**Extracted records**
---+---
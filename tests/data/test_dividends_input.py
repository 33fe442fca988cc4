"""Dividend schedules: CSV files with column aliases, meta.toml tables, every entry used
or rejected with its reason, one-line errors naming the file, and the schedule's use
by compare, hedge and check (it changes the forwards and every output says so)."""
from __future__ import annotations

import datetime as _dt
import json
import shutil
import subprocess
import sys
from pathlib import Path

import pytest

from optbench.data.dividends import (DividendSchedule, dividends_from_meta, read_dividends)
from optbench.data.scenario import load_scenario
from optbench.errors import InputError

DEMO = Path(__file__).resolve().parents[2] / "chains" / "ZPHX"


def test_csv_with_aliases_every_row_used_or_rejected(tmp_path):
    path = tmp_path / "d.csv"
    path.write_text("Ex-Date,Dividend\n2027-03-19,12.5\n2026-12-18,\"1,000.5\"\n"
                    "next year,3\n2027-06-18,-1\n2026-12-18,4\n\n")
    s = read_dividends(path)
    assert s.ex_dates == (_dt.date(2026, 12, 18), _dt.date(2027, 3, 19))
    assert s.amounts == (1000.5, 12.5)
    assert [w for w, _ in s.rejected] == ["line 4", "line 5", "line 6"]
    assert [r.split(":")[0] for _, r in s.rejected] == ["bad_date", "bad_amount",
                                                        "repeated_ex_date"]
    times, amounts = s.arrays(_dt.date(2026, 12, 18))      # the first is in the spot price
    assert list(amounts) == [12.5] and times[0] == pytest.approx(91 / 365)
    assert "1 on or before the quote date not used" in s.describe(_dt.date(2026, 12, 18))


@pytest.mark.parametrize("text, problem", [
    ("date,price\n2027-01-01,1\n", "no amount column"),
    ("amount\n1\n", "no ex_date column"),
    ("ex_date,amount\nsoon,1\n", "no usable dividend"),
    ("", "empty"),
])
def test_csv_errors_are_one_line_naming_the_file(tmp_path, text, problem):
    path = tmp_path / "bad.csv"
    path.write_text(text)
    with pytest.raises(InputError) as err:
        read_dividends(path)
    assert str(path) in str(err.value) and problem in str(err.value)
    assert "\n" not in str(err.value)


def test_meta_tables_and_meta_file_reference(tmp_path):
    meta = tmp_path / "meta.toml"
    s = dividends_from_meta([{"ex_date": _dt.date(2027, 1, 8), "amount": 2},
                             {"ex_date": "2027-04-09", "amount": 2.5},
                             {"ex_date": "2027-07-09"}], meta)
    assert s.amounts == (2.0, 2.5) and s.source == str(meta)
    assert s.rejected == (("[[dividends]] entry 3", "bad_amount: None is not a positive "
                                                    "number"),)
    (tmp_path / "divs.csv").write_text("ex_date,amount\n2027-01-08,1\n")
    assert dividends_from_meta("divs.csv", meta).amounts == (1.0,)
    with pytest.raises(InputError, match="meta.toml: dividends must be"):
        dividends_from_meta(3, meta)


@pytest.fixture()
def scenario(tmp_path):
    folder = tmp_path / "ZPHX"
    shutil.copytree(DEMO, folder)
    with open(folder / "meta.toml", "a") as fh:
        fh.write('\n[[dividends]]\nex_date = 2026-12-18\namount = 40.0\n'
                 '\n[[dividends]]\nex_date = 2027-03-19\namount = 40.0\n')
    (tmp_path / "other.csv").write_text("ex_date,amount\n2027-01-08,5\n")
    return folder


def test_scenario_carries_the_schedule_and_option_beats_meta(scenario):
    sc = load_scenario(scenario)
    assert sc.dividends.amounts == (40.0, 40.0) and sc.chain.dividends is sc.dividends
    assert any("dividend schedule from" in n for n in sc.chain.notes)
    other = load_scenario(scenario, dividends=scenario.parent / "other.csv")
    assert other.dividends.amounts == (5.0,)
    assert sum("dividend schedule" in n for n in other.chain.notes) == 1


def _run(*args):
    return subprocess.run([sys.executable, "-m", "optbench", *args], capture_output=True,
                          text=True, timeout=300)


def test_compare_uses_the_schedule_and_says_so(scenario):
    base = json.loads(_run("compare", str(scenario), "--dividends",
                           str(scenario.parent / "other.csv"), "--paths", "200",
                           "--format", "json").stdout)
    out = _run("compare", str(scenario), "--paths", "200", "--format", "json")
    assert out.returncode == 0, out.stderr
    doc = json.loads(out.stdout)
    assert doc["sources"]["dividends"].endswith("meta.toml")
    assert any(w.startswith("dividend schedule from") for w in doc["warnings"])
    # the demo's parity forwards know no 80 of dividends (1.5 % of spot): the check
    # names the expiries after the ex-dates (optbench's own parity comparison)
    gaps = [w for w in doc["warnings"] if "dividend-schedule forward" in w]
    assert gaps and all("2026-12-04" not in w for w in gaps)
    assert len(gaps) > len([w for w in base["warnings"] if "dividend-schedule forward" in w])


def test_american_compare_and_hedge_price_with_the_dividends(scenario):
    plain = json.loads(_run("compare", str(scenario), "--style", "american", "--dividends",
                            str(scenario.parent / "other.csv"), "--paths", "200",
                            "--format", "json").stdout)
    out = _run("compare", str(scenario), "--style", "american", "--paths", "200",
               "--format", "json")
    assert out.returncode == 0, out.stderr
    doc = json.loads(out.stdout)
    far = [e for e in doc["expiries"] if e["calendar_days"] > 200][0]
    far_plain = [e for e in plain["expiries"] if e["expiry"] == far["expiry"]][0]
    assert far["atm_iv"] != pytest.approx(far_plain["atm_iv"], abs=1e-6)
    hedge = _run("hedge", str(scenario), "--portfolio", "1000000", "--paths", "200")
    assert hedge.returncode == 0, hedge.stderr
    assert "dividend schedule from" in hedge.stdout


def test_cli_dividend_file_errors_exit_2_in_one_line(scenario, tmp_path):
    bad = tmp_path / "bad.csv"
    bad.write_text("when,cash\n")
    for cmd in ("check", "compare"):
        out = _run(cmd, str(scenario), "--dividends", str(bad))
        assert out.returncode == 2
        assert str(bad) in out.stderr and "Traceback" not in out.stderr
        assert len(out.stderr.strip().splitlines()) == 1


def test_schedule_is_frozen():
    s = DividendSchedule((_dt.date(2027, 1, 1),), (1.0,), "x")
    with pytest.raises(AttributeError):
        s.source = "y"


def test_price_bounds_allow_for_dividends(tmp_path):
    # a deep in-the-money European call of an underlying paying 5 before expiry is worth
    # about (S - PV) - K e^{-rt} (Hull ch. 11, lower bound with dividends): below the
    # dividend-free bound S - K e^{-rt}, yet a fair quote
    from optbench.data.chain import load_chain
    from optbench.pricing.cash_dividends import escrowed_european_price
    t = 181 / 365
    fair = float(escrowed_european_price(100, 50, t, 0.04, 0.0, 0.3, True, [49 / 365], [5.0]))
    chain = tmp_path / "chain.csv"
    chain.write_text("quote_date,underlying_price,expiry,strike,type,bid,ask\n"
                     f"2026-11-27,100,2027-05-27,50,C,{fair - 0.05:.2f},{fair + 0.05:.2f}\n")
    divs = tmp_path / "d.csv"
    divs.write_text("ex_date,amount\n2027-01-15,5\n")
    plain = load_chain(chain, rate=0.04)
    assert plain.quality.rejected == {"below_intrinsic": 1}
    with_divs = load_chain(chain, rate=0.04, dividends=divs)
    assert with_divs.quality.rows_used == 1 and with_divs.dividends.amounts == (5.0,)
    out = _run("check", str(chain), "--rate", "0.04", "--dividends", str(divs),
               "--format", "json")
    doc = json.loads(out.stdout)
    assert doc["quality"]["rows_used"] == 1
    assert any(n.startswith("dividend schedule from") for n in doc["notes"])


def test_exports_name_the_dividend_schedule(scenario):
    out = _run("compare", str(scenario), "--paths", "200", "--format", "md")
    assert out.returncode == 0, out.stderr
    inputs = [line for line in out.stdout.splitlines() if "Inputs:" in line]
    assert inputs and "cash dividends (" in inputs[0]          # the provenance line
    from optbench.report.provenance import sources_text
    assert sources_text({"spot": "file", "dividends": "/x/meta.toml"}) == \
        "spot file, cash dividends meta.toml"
---+---
**WORK TO BE COMPLETED**
What is needed is a copy of every line above in which "format" appears.

**ANSWER TO THIS EXERCISE**
                           "--format", "json").stdout)
    out = _run("compare", str(scenario), "--paths", "200", "--format", "json")
                            "--format", "json").stdout)
               "--format", "json")
               "--format", "json")
    out = _run("compare", str(scenario), "--paths", "200", "--format", "md")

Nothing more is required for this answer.